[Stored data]
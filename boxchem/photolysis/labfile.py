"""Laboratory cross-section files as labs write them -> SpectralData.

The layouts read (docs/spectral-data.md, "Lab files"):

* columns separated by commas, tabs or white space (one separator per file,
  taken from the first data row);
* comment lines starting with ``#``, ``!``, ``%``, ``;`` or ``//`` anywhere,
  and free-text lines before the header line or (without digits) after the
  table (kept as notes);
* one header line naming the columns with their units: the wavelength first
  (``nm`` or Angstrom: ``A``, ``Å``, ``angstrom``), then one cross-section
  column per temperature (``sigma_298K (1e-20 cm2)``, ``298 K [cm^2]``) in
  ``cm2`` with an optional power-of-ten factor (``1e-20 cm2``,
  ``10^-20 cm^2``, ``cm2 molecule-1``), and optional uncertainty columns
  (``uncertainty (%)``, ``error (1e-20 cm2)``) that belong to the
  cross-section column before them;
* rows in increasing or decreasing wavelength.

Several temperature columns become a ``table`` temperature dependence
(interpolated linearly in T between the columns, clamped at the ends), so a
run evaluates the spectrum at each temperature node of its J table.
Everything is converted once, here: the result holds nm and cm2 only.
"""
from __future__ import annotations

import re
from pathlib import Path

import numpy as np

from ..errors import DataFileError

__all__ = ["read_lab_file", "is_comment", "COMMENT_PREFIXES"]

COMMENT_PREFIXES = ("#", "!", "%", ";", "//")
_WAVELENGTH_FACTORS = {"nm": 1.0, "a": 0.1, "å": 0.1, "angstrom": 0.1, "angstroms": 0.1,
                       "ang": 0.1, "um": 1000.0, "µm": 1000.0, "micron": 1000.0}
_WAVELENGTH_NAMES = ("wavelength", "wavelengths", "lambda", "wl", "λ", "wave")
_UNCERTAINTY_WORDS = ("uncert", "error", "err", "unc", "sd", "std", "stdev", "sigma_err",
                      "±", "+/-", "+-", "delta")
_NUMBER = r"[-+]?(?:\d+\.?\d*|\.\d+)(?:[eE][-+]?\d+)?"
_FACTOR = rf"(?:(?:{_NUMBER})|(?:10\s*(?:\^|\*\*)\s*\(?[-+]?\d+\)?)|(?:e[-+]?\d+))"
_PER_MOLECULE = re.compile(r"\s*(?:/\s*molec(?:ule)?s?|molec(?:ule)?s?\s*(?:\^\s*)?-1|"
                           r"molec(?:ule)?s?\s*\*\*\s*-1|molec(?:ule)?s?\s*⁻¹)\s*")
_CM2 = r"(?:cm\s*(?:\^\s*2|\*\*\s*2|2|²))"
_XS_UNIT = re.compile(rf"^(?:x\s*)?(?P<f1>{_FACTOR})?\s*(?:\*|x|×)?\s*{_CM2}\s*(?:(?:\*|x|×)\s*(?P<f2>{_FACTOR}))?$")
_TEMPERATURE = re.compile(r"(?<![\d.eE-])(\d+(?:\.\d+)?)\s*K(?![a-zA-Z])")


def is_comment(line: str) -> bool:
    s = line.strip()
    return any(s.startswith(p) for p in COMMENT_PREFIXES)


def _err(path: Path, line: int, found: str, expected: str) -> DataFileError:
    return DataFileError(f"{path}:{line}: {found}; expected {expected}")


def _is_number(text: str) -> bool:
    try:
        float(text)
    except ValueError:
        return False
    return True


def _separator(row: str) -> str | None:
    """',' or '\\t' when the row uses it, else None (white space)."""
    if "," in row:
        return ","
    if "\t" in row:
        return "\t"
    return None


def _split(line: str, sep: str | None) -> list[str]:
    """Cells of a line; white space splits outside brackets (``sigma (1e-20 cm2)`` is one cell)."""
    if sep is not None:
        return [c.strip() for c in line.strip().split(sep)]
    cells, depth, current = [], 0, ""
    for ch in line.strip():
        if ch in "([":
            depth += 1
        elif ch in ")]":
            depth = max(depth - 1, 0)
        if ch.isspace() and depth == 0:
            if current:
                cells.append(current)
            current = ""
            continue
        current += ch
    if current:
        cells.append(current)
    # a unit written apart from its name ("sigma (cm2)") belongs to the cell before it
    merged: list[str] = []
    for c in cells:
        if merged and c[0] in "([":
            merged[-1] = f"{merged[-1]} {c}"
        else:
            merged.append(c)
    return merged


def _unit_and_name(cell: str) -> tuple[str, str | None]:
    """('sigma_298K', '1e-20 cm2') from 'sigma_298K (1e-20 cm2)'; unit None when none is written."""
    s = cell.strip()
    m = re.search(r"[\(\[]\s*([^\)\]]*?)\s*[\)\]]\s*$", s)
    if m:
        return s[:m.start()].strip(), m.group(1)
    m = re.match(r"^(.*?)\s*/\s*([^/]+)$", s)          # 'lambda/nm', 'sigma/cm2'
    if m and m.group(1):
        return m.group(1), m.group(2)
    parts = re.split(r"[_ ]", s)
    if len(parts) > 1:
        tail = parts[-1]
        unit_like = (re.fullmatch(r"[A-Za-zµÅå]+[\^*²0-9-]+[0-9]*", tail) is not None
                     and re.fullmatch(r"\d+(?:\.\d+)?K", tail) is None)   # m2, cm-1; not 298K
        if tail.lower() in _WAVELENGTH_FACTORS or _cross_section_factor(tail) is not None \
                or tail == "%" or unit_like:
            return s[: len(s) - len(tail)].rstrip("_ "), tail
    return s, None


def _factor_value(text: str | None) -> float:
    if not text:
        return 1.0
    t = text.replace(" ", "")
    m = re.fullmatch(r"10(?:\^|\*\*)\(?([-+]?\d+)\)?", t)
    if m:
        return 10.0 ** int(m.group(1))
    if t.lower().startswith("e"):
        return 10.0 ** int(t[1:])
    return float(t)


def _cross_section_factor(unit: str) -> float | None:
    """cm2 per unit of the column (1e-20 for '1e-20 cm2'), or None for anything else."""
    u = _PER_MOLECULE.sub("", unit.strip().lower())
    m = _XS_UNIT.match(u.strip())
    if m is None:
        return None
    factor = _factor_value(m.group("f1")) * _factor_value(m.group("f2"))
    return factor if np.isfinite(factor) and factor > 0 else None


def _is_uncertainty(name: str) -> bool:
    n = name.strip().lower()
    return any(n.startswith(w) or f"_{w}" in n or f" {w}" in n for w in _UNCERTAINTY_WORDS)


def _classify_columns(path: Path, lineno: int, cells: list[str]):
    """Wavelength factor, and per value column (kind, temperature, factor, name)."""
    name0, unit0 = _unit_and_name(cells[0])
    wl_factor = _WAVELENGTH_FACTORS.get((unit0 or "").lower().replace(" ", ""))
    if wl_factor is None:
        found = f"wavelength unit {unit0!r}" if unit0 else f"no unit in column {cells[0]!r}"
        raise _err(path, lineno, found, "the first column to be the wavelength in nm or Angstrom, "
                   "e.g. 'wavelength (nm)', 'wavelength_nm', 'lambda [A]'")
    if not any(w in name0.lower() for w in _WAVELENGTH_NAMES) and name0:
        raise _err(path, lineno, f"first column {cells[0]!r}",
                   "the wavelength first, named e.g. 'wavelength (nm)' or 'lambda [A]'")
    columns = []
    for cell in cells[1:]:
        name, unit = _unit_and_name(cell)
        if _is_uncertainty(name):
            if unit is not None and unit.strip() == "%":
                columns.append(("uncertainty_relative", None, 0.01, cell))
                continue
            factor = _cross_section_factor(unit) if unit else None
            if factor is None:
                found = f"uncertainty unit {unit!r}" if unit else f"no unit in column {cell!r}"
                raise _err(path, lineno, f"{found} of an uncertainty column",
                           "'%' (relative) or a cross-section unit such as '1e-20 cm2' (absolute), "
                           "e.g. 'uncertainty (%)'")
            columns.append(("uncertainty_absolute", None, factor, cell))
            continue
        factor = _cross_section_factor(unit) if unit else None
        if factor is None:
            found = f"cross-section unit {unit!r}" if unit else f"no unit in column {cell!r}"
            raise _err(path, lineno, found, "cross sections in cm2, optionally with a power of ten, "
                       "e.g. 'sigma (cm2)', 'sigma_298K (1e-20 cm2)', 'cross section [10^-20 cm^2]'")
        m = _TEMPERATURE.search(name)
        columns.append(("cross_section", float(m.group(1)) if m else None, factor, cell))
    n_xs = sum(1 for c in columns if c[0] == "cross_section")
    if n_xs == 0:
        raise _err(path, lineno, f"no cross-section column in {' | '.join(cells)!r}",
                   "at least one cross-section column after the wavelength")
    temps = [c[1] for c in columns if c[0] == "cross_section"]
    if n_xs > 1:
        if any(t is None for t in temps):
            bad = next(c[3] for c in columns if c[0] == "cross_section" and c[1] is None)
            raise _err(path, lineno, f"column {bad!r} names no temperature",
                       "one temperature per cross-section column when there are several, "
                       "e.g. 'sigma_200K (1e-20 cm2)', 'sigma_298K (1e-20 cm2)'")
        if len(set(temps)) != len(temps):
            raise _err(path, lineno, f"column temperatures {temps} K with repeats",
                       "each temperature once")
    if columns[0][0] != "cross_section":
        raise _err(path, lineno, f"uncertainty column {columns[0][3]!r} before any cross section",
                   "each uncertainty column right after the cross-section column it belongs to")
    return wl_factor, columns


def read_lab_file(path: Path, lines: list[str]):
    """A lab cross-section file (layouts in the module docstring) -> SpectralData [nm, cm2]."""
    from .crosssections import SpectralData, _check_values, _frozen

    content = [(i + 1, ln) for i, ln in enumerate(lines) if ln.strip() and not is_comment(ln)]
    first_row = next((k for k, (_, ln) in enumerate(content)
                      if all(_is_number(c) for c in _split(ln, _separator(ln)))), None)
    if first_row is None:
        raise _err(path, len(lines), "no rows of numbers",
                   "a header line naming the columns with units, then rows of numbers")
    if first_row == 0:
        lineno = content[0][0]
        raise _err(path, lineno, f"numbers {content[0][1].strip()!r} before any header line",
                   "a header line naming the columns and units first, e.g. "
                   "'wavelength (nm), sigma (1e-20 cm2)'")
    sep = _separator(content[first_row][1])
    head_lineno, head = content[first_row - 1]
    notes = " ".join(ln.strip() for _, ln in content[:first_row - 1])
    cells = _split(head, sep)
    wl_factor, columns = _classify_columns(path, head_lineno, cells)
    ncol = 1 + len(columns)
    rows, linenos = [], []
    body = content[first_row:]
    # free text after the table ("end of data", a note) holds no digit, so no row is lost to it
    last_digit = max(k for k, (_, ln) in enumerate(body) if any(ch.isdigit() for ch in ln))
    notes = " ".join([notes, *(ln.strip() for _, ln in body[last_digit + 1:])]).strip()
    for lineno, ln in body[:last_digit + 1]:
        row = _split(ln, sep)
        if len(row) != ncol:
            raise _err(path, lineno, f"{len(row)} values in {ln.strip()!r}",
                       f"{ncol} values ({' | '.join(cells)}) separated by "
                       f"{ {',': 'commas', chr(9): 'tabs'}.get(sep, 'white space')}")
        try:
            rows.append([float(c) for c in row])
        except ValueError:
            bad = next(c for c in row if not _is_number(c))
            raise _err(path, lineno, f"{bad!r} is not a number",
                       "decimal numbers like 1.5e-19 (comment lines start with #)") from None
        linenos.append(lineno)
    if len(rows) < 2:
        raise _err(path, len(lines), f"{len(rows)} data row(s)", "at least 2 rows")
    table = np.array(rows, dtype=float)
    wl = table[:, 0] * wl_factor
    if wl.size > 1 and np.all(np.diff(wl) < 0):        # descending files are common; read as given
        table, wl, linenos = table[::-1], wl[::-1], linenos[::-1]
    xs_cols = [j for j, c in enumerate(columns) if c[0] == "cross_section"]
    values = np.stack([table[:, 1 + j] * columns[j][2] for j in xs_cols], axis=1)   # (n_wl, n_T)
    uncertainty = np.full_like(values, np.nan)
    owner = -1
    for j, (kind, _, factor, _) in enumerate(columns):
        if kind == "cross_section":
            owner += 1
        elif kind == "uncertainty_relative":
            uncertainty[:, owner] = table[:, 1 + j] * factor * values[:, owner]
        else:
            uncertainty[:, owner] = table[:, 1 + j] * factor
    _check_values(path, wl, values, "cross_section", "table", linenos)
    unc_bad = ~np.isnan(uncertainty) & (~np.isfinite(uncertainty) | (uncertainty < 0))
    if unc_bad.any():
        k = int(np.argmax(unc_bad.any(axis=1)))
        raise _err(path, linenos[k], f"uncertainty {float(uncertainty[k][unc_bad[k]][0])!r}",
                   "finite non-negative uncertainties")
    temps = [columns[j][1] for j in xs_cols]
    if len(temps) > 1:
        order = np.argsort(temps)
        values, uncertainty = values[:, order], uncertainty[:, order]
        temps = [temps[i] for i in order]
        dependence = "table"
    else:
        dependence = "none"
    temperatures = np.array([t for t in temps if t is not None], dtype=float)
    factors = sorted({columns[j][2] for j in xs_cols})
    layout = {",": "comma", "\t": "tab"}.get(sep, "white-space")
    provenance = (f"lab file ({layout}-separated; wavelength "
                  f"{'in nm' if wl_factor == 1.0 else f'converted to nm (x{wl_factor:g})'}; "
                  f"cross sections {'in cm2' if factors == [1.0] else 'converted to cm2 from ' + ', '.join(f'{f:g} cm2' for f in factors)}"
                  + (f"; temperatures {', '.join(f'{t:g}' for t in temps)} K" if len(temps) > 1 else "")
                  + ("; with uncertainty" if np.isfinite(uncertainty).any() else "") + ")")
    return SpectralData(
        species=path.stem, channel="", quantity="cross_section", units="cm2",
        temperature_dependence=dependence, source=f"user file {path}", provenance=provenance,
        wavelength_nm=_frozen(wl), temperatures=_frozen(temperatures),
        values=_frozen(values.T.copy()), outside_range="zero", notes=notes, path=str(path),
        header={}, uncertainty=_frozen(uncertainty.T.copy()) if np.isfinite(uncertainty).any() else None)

● PROMPT: Return, exactly as they stand, the lines from the start of the records above through the line with "belong to the", both ends included, and no other lines.

● YOUR RESPONSE:
filename boxchem/photolysis/labfile.py
"""Laboratory cross-section files as labs write them -> SpectralData.

The layouts read (docs/spectral-data.md, "Lab files"):

* columns separated by commas, tabs or white space (one separator per file,
  taken from the first data row);
* comment lines starting with ``#``, ``!``, ``%``, ``;`` or ``//`` anywhere,
  and free-text lines before the header line or (without digits) after the
  table (kept as notes);
* one header line naming the columns with their units: the wavelength first
  (``nm`` or Angstrom: ``A``, ``Å``, ``angstrom``), then one cross-section
  column per temperature (``sigma_298K (1e-20 cm2)``, ``298 K [cm^2]``) in
  ``cm2`` with an optional power-of-ten factor (``1e-20 cm2``,
  ``10^-20 cm^2``, ``cm2 molecule-1``), and optional uncertainty columns
  (``uncertainty (%)``, ``error (1e-20 cm2)``) that belong to the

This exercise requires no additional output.